In large organizations, IT and EUC teams are uniquely positioned to gather and correlate key technical data as well as more subjective, sentiment insight to truly understand and manage employees’ digital experience and expectations.
This allows them to effectively manage the planning, day-1, and continued support of organizations’ return to office strategy. Here’s how.
Plan and adapt based on workforce preferences
The main obstacle to a successful return-to-office strategy is lacking insight into employees’ preferences and expectations towards their future flexible workplace. Without this insight, companies cannot accurately adapt to the new future of work, leading to two overarching consequences: increased turnover from dissatisfied employees and wasted costs on unnecessary office and hardware provisioning.

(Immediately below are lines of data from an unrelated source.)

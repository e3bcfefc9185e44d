"""The pictures of a plan, drawn for a report, with the words for those who cannot see them."""

from __future__ import annotations

import tempfile
from decimal import ROUND_CEILING, ROUND_FLOOR
from pathlib import Path

from unturn.pictures.draw import full_title
from unturn.pictures.drawing import Drawn, draw_all
from unturn.pictures.plan import Plan
from unturn.pictures.told import drawn_data, write_values
from unturn.report.content import Shown
from unturn.report.side import Side
from unturn.verdicts.finding import Place
from unturn.verdicts.wording import number, place_text


def draw_pictures(side: Side, plan: Plan) -> list[Shown]:
    """Return the pictures of a plan.

    Raises
    ------
    UsageError
        A picture of something that does not exist.
    MissingExtraError
        No graphics library.
    """
    with tempfile.TemporaryDirectory() as folder:
        targets = [Path(folder) / f"{k}.png" for k in range(len(plan.pictures))]
        drawn = draw_all(side.step(plan.pictures), plan.pictures, targets)
        return [shown(d, with_values=d.request.name in plan.csv) for d in drawn]


def shown(drawn: Drawn, name: str = "", of: str = "", with_values: bool = False) -> Shown:
    """Return a picture that lies in a file as a report shows it; `of` says which result, where there are two."""
    path = Path(drawn.drawing.path)
    title = full_title(drawn.subject, drawn.request)
    title = f"{of}: {title}" if of else title
    table = None
    if with_values:
        write_values(drawn, path.with_suffix(".csv"))
        table = path.with_suffix(".csv").read_bytes()
    data = {**drawn_data(drawn), "name": name or drawn.request.name}
    data.pop("path")
    shape = _shape(drawn)
    colours = _colours(drawn)
    marks = " ".join(_marks(drawn))
    meaning = ", ".join(drawn.subject.values.name.splitlines()[1:])
    location = drawn.subject.location[:1].upper() + drawn.subject.location[1:]
    caption = f"{location}{'; ' if meaning else ''}{meaning}. {shape}. {marks}".strip()
    where = "cells" if drawn.subject.association == "cell" else "nodes"
    outside = (
        f" Outside of the range: {drawn.drawing.out_of_range} {where}." if drawn.drawing.out_of_range else ""
    )
    alt = f"Picture of the model: {title}, {drawn.subject.location}. {shape}. {colours}.{outside} {marks}".strip()
    return Shown(data["name"], title, caption, alt, path.read_bytes(), "png", data, table)


def _shape(drawn: Drawn) -> str:
    factor = drawn.drawing.factor
    if not factor:
        return "Undeformed shape"
    if factor == 1.0:
        return "Displacement drawn true to scale"
    fitted = ", chosen to be seen" if drawn.request.factor is None else ""
    return f"Displacement drawn {number(factor)} times{fitted}"


def _colours(drawn: Drawn) -> str:
    values = drawn.subject.values
    low, high = (number(x * values.scale, digits=4) for x in drawn.drawing.colour_range)
    return f"Colours from {low} to {high} {values.short_unit}".rstrip()


def _marks(drawn: Drawn) -> list[str]:
    values, subject = drawn.subject.values, drawn.subject
    said = []
    for mark in drawn.drawing.marks:
        rounding = ROUND_FLOOR if mark.kind == "smallest" else ROUND_CEILING
        theirs = None if subject.numbers is None else int(subject.numbers[mark.position])
        point = subject.association == "point"
        place = (
            Place(point=mark.position, node=theirs) if point else Place(cell=mark.position, element=theirs)
        )
        where = f"free face of element {theirs}" if subject.of_faces else place_text(place)
        value = f"{number(float(f'{mark.value * values.scale:.15g}'), rounding)} {values.short_unit}".rstrip()
        unseen = "" if mark.visible else ", not seen from here"
        said.append(f"{mark.kind[:1].upper()}{mark.kind[1:]}: {value} in {where}{unseen}.")
    return said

IT needs to adapt to what employees want—and expect—to remain productive and avoid having them dust off the old CV the day they get back. This doesn’t mean companies have to bow down to every demand, but it does provide a key starting point to strike the right balance between corporate necessities and employee expectations.
This also leads to massive cost savings opportunities from accurate planning of office space and hardware provisioning – what’s the point of leasing an entirely new floor if your employees are only going to be coming in at 50% capacity. Or why buy hundreds of new monitors for individual workstations when hotdesking will suffice due to alternating employee presence.
It is therefore vital for IT and office management teams to take the time to send targeted and personalized engagement campaigns to survey their workforce preferences before they return to the office.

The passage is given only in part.